Following several leads I learned that Tropical Astrology, the version that is used here in North America, is quite different from Sidereal Astrology, the version that purportedly uses star maps.

So in reading this:
Tropical astrology is based on the idea that astrology is based on the configuration of the solar system relative to the Sun, not to the remote fixed stars. For tropical astrologers therefore it is irrelevant that the solsticial points (tropics) have drifted from one constellation to another over the millennia, due to the precession of the equinoxes. The names of the zodiacal constellations that became the star signs are supposed to suggest the characteristics of (the sun in) each segment of the year. Thus, Aries (House 1), representing the sun just returning to the northern hemisphere at the vernal equinox, Leo (House 5), representing sun of mid-summer, Sagittarius (House 9), representing the retreating sun close to the winter solstice, etc.
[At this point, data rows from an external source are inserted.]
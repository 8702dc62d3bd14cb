//! `batch`, `learn`, `apply` and `histogram` end to end on an invented folder of images.

mod common;

use common::{fixture, run, stderr, tree};
use serde_json::Value;
use std::path::{Path, PathBuf};

/// An invented shoot: two demo images, a small gradient in a sub-folder, a corrupt JPEG
/// and a text file.
fn shoot(root: &Path) -> PathBuf {
    let s = root.join("shoot");
    std::fs::create_dir_all(s.join("day2/raw")).unwrap();
    std::fs::copy(fixture("demo/harbour-poster.png"), s.join("poster.png")).unwrap();
    std::fs::copy(fixture("demo/valley-aerial.png"), s.join("day2/aerial.png")).unwrap();
    common::write_rgb(
        &s.join("day2/raw/ramp.png"),
        64,
        16,
        &common::gradient(64, 16, [10, 30, 90], [250, 220, 120]),
    );
    std::fs::write(
        s.join("day2/broken.jpg"),
        b"\xff\xd8\xff\xe0 not really a jpeg",
    )
    .unwrap();
    std::fs::write(s.join("notes.txt"), b"shot list").unwrap();
    s
}

fn report(out: &Path) -> Value {
    serde_json::from_slice(&std::fs::read(out.join("batch-report.json")).unwrap()).unwrap()
}

fn status_of(r: &Value, input: &str) -> String {
    r["files"]
        .as_array()
        .unwrap()
        .iter()
        .find(|f| f["input"] == input)
        .unwrap()["status"]
        .as_str()
        .unwrap()
        .to_string()
}

#[test]
fn batch_mirrors_reports_survives_a_bad_file_and_resumes() {
    let root = tempfile::tempdir().unwrap();
    let s = shoot(root.path());
    let before = tree(&s);
    let out = root.path().join("reduced");
    let o = run(
        &[
            "batch",
            s.to_str().unwrap(),
            "-k",
            "5",
            "-o",
            out.to_str().unwrap(),
        ],
        &[],
    );
    assert_eq!(o.status.code(), Some(1), "one file failed: {}", stderr(&o));
    assert_eq!(tree(&s), before, "the input tree is untouched");
    for f in [
        "poster.reduced.png",
        "poster.palette.json",
        "day2/aerial.uncertainty.png",
        "day2/raw/ramp.palette.csv",
    ] {
        assert!(out.join(f).is_file(), "{f}");
    }
    let r = report(&out);
    assert_eq!(status_of(&r, "poster.png"), "ok");
    assert_eq!(status_of(&r, "day2/broken.jpg"), "failed");
    let broken = r["files"]
        .as_array()
        .unwrap()
        .iter()
        .find(|f| f["input"] == "day2/broken.jpg")
        .unwrap();
    assert!(broken["error"].as_str().unwrap().contains("broken.jpg"));
    assert_eq!(r["totals"]["ok"], 3);
    assert_eq!(r["totals"]["failed"], 1);
    assert_eq!(r["skipped_not_images"], serde_json::json!(["notes.txt"]));
    let csv = std::fs::read_to_string(out.join("batch-report.csv")).unwrap();
    assert!(csv.starts_with(
        "input,status,error,colors,mean_delta_e2000,p95_delta_e2000,p99_delta_e2000,seconds\n"
    ));
    // One header and one row per file, every row with the header's eight fields (a plain
    // CSV reader takes the file whole; RFC 4180 section 2, item 4).
    assert_eq!(csv.lines().count(), 1 + 4);
    let fields = |l: &str| {
        let mut quoted = false;
        1 + l
            .chars()
            .filter(|&c| {
                if c == '"' {
                    quoted = !quoted;
                }
                c == ',' && !quoted
            })
            .count()
    };
    assert!(csv.lines().all(|l| fields(l) == 8), "{csv}");
    assert!(!csv.contains("TOTAL"));
    assert!(!tree(&out)
        .keys()
        .any(|k| k.to_string_lossy().contains(".chromasift-tmp-")));

    // A rerun skips what is up to date; a changed input is redone.
    let o = run(
        &[
            "batch",
            s.to_str().unwrap(),
            "-k",
            "5",
            "-o",
            out.to_str().unwrap(),
        ],
        &[],
    );
    assert_eq!(o.status.code(), Some(1));
    let r = report(&out);
    assert_eq!(r["totals"]["skipped"], 3);
    std::fs::copy(fixture("demo/harbour-poster.png"), s.join("poster.png")).unwrap();
    let later = std::time::SystemTime::now() + std::time::Duration::from_secs(5);
    std::fs::File::options()
        .write(true)
        .open(s.join("poster.png"))
        .unwrap()
        .set_modified(later)
        .unwrap();
    run(
        &[
            "batch",
            s.to_str().unwrap(),
            "-k",
            "5",
            "-o",
            out.to_str().unwrap(),
        ],
        &[],
    );
    let r = report(&out);
    assert_eq!(status_of(&r, "poster.png"), "ok");
    assert_eq!(status_of(&r, "day2/aerial.png"), "skipped");
    // Other settings: everything is redone; --force redoes all.
    run(
        &[
            "batch",
            s.to_str().unwrap(),
            "-k",
            "4",
            "-o",
            out.to_str().unwrap(),
        ],
        &[],
    );
    assert_eq!(report(&out)["totals"]["ok"], 3);
    // Split-and-merge moves are a setting too: adding them redoes every image.
    run(
        &[
            "batch",
            s.to_str().unwrap(),
            "-k",
            "4",
            "--split-merge",
            "8",
            "-o",
            out.to_str().unwrap(),
        ],
        &[],
    );
    assert_eq!(report(&out)["totals"]["ok"], 3);
    run(
        &[
            "batch",
            s.to_str().unwrap(),
            "-k",
            "4",
            "--force",
            "-o",
            out.to_str().unwrap(),
        ],
        &[],
    );
    assert_eq!(report(&out)["totals"]["ok"], 3);
}

#[test]
fn output_inside_the_input_is_refused() {
    let root = tempfile::tempdir().unwrap();
    let s = shoot(root.path());
    let before = tree(&s);
    let o = run(
        &[
            "batch",
            s.to_str().unwrap(),
            "-o",
            s.join("out").to_str().unwrap(),
        ],
        &[],
    );
    assert_eq!(o.status.code(), Some(2));
    assert!(
        stderr(&o).contains("inside the input folder"),
        "{}",
        stderr(&o)
    );
    assert_eq!(tree(&s), before);
}

fn palette_hexes(doc: &Value) -> Vec<String> {
    doc["colors"]
        .as_array()
        .unwrap()
        .iter()
        .map(|c| c["hex"].as_str().unwrap().to_string())
        .collect()
}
In its emphasis on the symbolic or metaphorical meaning of the star signs tropical astrology differs from sidereal astrology which claims intrinsic meaning for the star signs and wishes to preserve those meanings by laying out horoscopes against fixed stars.

... I had to think that all of the hubbub over changing signs didn't actually apply to us here. Western Astrology doesn't even use the stars to make it's predictions.

But THEN, I started to think about all the people who have paid to have their charts done, according to some very complex maths interpreting the positions of heavenly bodies, were being ripped off. It's all bollocks anyway.